Greg Laswell returns with LANDLINE, a stunning and sonically dense collection of new songs. The album also features collaborations with a number of Greg’s female indie-pop contemporaries including Sia, Ingrid Michaelson, Elizabeth Ziman (of Elizabeth and the Catapult), and Sara Bareilles (on the album’s lead single, “Come Back Down”).
Almost 2 years ago to the day, I drove a moving truck cross-country from Los Angeles. I had been on I-40 for a day when I looked at my phone to see my mom calling. I realized I had forgotten to tell my parents I was moving to New York - and I am close with my family. Fact is, I hadn’t really told anyone. I had lived in southern California my whole life, and quite loudly those last few years. Leaving with any sound at all hadn’t crossed my mind. I realize that frames me as quite the mystery - I’m really not. And I wasn’t running, I had done that extremely well years before. I wasn’t angry or disillusioned, those tricks never completely caught on with me. It wasn’t conniving or vindictive, purposely curt or desperate. It really wasn’t anything that might be associated with such an exit. It was just a quiet and gentle finish to something that had run its course.
I also love moving. So there’s that. Perhaps the most tangible proof is that my “home recording studio” never ends up staying in my home once it’s time to make a record. It’s not a 48 channel API console or anything, but it still takes two days to uproot. Last time around (for my “Covers” EP and full-length album, “Take a Bow”), it was off to a cabin in Mountainaire just neighboring Flagstaff, AZ. This time I set sail for an old church-turned-house that belongs to my wife’s parents in a small lobstering town in down-east Maine. I’m well aware of how ridiculously eccentric that may sound. And admittedly, if I hear something like that from another artist, well, I’m usually nauseated by it. But, there is something about the laboriousness of packing up and driving somewhere remote that helps center my otherwise anxious and distracted existence.

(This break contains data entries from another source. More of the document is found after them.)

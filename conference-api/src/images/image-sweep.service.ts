import { Injectable } from '@nestjs/common';
import { DataSource, In, LessThan } from 'typeorm';
import { Settings } from '../config/settings.js';
import { UnitOfWork } from '../database/unit-of-work.js';
import { StorageService } from '../storage/storage.service.js';
import { CaseImage } from './entities/case-image.entity.js';
import { IMAGE_PREFIX, imageKeys } from './image-keys.js';
import { storingSince } from './storing.js';

const DAY = 86_400_000;

export interface SweepResult {
  abandoned: number;
  retired: number;
  orphans: number;
}

/** Takes away what a crash, a fault or time has left: rows without files, files without rows, retired pictures. */
@Injectable()
export class ImageSweepService {
  constructor(
    private readonly dataSource: DataSource,
    private readonly storage: StorageService,
    private readonly work: UnitOfWork,
    private readonly settings: Settings,
  ) {}

  async sweep(now = new Date()): Promise<SweepResult> {
    return { abandoned: await this.abandoned(now), retired: await this.retired(now), orphans: await this.orphans(now) };
  }

  private async abandoned(now: Date): Promise<number> {
    const rows = await this.dataSource.manager.find(CaseImage, { where: { state: 'storing', createdAt: LessThan(storingSince(now)) }, take: 500 });
    let count = 0;
    for (const { id } of rows) {
      // the row first: one that turns ready at this very moment keeps its files
      const { affected } = await this.dataSource.manager.delete(CaseImage, { id, state: 'storing' });
      if (!affected) continue;
      await this.storage.delete(imageKeys(id));
      count++;
    }
    return count;
  }

  /** Pictures of withdrawn cases whose time of retention is over. */
  private async retired(now: Date): Promise<number> {
    const before = new Date(now.getTime() - this.settings.retentionDays * DAY);
    const rows = await this.dataSource.manager
      .createQueryBuilder(CaseImage, 'image')
      .innerJoin('image.case', 'case')
      .where('image.state = :state AND case.stage = :stage AND case.withdrawnAt <= :before', { state: 'ready', stage: 'withdrawn', before })
      .take(500)
      .getMany();
    for (const row of rows) {
      await this.work.run(null, async (tx) => {
        const { affected } = await tx.manager.update(CaseImage, { id: row.id, state: 'ready' }, { state: 'removed' });
        if (affected) await tx.audit({ action: 'image.retire', recordKind: 'image', recordId: row.id, caseId: row.caseId });
      });
    }
    await this.storage.delete(rows.flatMap((row) => imageKeys(row.id)));
    return rows.length;
  }

  private async orphans(now: Date): Promise<number> {
    const before = storingSince(now).getTime();
    let count = 0;
    let batch: string[] = [];
    for await (const { key, modified } of this.storage.list(IMAGE_PREFIX)) {
      if (modified.getTime() <= before) batch.push(key);
      if (batch.length >= 900) {
        count += await this.deleteOrphans(batch);
        batch = [];
      }
    }
    return count + (await this.deleteOrphans(batch));
  }

  private async deleteOrphans(keys: string[]): Promise<number> {
    const idOf = (key: string) => key.slice(IMAGE_PREFIX.length).split('/')[0]!;
    const ids = [...new Set(keys.map(idOf))].filter((id) => /^[0-9a-f-]{36}$/.test(id));
    const kept = ids.length ? await this.dataSource.manager.find(CaseImage, { select: { id: true }, where: { id: In(ids), state: In(['ready', 'storing']) } }) : [];
    const known = new Set(kept.map((row) => row.id));
    const orphans = keys.filter((key) => !known.has(idOf(key)));
    await this.storage.delete(orphans);
    return orphans.length;
  }
}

So there I was, in a town that has fewer year-round residents than were at Disneyland today. I had my normal studio-dog Shep Proudfoot to keep me company and the faint chime from a fog horn every 15 seconds (a sound that peeks through a few of the slower songs if you’re listening on headphones). I had little-to-no cellphone reception, which gave way to naming the record after its title track: Landline. Plus, it was a better title than Greg Laswell: Fog Horn. I taped two index cards just under my computer screen; one read, “Add now, take away later,” which kept me working quickly, and “Who cares?” If the answer to that question is “no one,” the song usually gets the boot. I managed to finish 80% of the record in just under three weeks, which was a welcomed change since I had struggled for almost a year about where to take this, now my fourth, full-length record. I had a reboot of sorts in my personal life towards the end of my last record and I struggled to find the songs that went along with it. Writing songs when you aren’t heartbroken or self-destructive requires a little more work.